Setting Stroke Research Priorities: The Consumer Perspective

Sangvatanakul et al. (2010) full text summary PDF

For which topic were research priorities identified?


In which location was the research priority setting conducted?

Australia - Australia

Why was it conducted at all?

In 2007, a group of Australian researchers evaluated stroke patient views regarding the importance of the NSF stroke guidelines. To eliminate the jargon and reduce the amount of information, the NSF's Clinical Guidelines for Acute Stroke Management was rewritten into plain, nontechnical English terms and condensed into 18 topic areas with consumer consultation. Participants then were asked to rate each topic area as to their importance in the stroke care process. However, this study evaluated only consumer perspectives regarding the importance of those topic areas, not the priorities for research.

What was the objective?

to determine consumer views on stroke research priorities for clinical practice recommendations with lower levels of evidence and expert consensus opinion as published in the Australian stroke clinical practice guidelines

What was the outcome?

a ranking list of 13 research topics

How long did the research prioritization take?

No information provided.

Which methods were used to identify research priorities?


How were the priorities for research identified exactly?
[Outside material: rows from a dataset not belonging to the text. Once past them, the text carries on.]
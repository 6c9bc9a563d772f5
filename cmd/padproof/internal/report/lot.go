package report

import (
	"fmt"
	"io"
	"strings"
	"unicode/utf8"

	"padproof/cmd/padproof/internal/result"
)

// LotRows returns what writes a lot's units, a line each as it is done: serial,
// verdict, loss, and what is wrong. The first line is the head. serials are those
// of all units, for the width of the first column.
func LotRows(w io.Writer, serials []string) func(*result.LotRow) error {
	p := &page{w: w}
	wide := len("unit")
	for _, s := range serials {
		wide = max(wide, utf8.RuneCountInString(clean(s)))
	}
	wide = min(wide, 40)
	cell := func(text string, wide int) string {
		text = clean(text)
		return text + strings.Repeat(" ", max(0, wide-utf8.RuneCountInString(text))+2)
	}
	p.line("%s", cell("unit", wide)+cell("verdict", 11)+cell("loss dB", 8)+cell("±U", 6)+"what is wrong")
	return func(r *result.LotRow) error {
		verdict, loss, u := r.Verdict, dash, dash
		if verdict == "" {
			verdict = "not checked"
		}
		for _, c := range r.Checks {
			if c.Name == "loss" {
				places := decimals(c.Uncertainty)
				loss, u = fixed(c.Measured, places), doubt(c.Uncertainty, places)
			}
		}
		head := cell(r.Unit, wide) + cell(verdict, 11) + cell(loss, 8) + cell(u, 6)
		shown := cell(r.Unit, wide) + p.hue(verdict) + cell(verdict, 11)[len(verdict):] + cell(loss, 8) + cell(u, 6)
		text := wrong(r)
		if text == "" {
			p.line("%s", strings.TrimRight(shown, " "))
			return p.err
		}
		p.itemAs(head, shown, text)
		return p.err
	}
}

// wrong is what is wrong with a unit, in short.
func wrong(r *result.LotRow) string {
	if r.Error != nil {
		text := r.Error.Error()
		if r.Error.Hint != "" {
			text += "; " + r.Error.Hint
		}
		return text
	}
	var parts []string
	for _, c := range r.Checks {
		if c.Verdict == "FAIL" || c.Verdict == "UNPROVEN" {
			parts = append(parts, c.Name+" "+c.Verdict)
		}
	}
	if len(parts) == 0 && r.Verdict != "PASS" {
		parts = append(parts, r.Reason)
	}
	if r.Suspect != "" && r.Weight != nil {
		parts = append(parts, fmt.Sprintf("suspect %s (%s)", r.Suspect, fixed(*r.Weight, 2)))
	}
	return strings.Join(append(parts, r.Problems...), ", ")
}

// LotText writes what the units of a lot show together.
func LotText(w io.Writer, l *result.Lot) error {
	p := &page{w: w}
	p.heading(clean(fmt.Sprintf("Lot %s: %s", l.Lot, counts(l))))
	if l.Simulated {
		p.item("  ", "SIMULATED: made from rehearsed takes; it says nothing about real units.")
	}
	if l.Units > 0 {
		p.item("  ", fmt.Sprintf("Yield %s; that of the line lies between %s and %s (95 %%).", percent(l.Yield.Value), percent(l.Yield.Low), percent(l.Yield.High)))
	}
	for _, d := range l.Drawings {
		if len(l.Drawings) > 1 {
			p.heading(clean(fmt.Sprintf("%s, %d %s", d.Pad, d.Units, unitWord(d.Units))))
		}
		bullets(p, "What it means", d.Says)
		figures(p, d.Figures)
		for _, f := range d.Figures {
			lotChart(p, f)
		}
	}
	bullets(p, "Notes", l.Warnings)
	if l.Recorded != nil && p.err == nil {
		return RecordedText(w, l.Recorded)
	}
	return p.err
}

func counts(l *result.Lot) string {
	text := fmt.Sprintf("%d %s, %d PASS, %d FAIL, %d UNPROVEN", l.Units, unitWord(l.Units), l.Passed, l.Failed, l.Unproven)
	if l.NotChecked > 0 {
		text += fmt.Sprintf(", %d not checked", l.NotChecked)
	}
	return text
}

func unitWord(n int) string {
	if n == 1 {
		return "unit"
	}
	return "units"
}

func percent(n result.Number) string {
	if !n.OK() {
		return dash
	}
	return fixed(n*100, 1) + " %"
}

func figures(p *page, all []result.LotFigure) {
	if len(all) == 0 {
		return
	}
	p.line("")
	rows := [][]string{{"check", "units", "mean", "from", "to", "spread", "of units", "expected", "limits", "Cp", "Cpk", "unit"}}
	for _, f := range all {
		row := []string{f.Check, fmt.Sprint(f.N), fixed(f.Mean.Value, 3), fixed(f.Least, 3), fixed(f.Greatest, 3), fixed(f.SD.Value, 3),
			dash, fixed(f.Expected, 3), limits(result.Check{Unit: f.Unit, Low: f.Low, High: f.High}, 2), dash, dash, f.Unit}
		if f.SpreadOfUnits != nil {
			row[6] = fixed(f.SpreadOfUnits.Value, 3)
		}
		if f.Overall != nil {
			row[9], row[10] = fixed(f.Overall.Cp.Value, 2), fixed(f.Overall.Cpk.Value, 2)
		}
		rows = append(rows, row)
	}
	p.table("  ", rows)
	for _, f := range all {
		if f.Overall != nil {
			p.item("  ", fmt.Sprintf("%s: Cpk lies between %s and %s (95 %%); %s.", f.Check,
				fixed(f.Overall.Cpk.Low, 2), fixed(f.Overall.Cpk.High, 2), spreadText(f)))
		}
	}
}

// spreadText says whose the spread is.
func spreadText(f result.LotFigure) string {
	if f.ReadingShare == nil || !f.ReadingShare.OK() {
		return "the units read all alike"
	}
	return fmt.Sprintf("the measurement itself makes %s of the spread (in variance)", percent(*f.ReadingShare))
}

func lotChart(p *page, f result.LotFigure) {
	if f.Chart == nil {
		return
	}
	c := f.Chart
	text := fmt.Sprintf("%s chart: centre %s, limits %s to %s %s, %s rules", f.Check, fixed(c.Centre, 3), fixed(c.Low, 3), fixed(c.High, 3), f.Unit, c.Rules)
	if c.Provisional {
		text += " (of fewer than 20 units: provisional)"
	}
	if len(c.LeftOut) > 0 {
		text += ", made without " + strings.Join(c.LeftOut, ", ")
	}
	found := "not steady"
	switch {
	case len(c.Breaks) == 0:
		p.item("  ", text+": steady.")
		return
	case c.Steady:
		found = "as steady as can be told"
	}
	p.item("  ", fmt.Sprintf("%s: %s; broken %d times, where a steady line of as many units shows about %s by chance.", text, found, len(c.Breaks), fixed(c.FalseBreaks, 1)))
	for _, b := range c.Breaks {
		p.item("  - ", fmt.Sprintf("%s at %s: %s", b.Rule, strings.Join(b.Units, ", "), b.Text))
	}
}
Step 1: collecting research questions via literature review: recommendations from the Clinical Guidelines for Stroke Rehabilitation and Recovery rewritten and condensed into 29 consumer-focused modified rehabilitation recommendations, recommendations combined with 18 topic areas developed in Clinical Guidelines for Acute Stroke Management, duplicates deleted, resulting in 34 consumer-focused modified stroke recommendations. Step 2: survey 1: participants were asked whether recommendations were worth researching and how likely it would be that research for each of these 20 recommendations would have high impact on patient outcomes, the 13 recommendations rated by more than 75% of participants as worth researching moved forward. Step 3: survey 2: participants were asked to rank recommendations in order of priority for future stroke research

Which stakeholders took part?

Stroke survivors, carers. Survey 1: 18 participants. Survey 2: 20 participants.

How were stakeholders recruited?

Members of WAGS were invited to participate whether stroke survivors and/or carers.

Were stakeholders actively involved or did they just participate?

Stakeholders were mere participants of the research prioritization process; they were not actively involved in the process.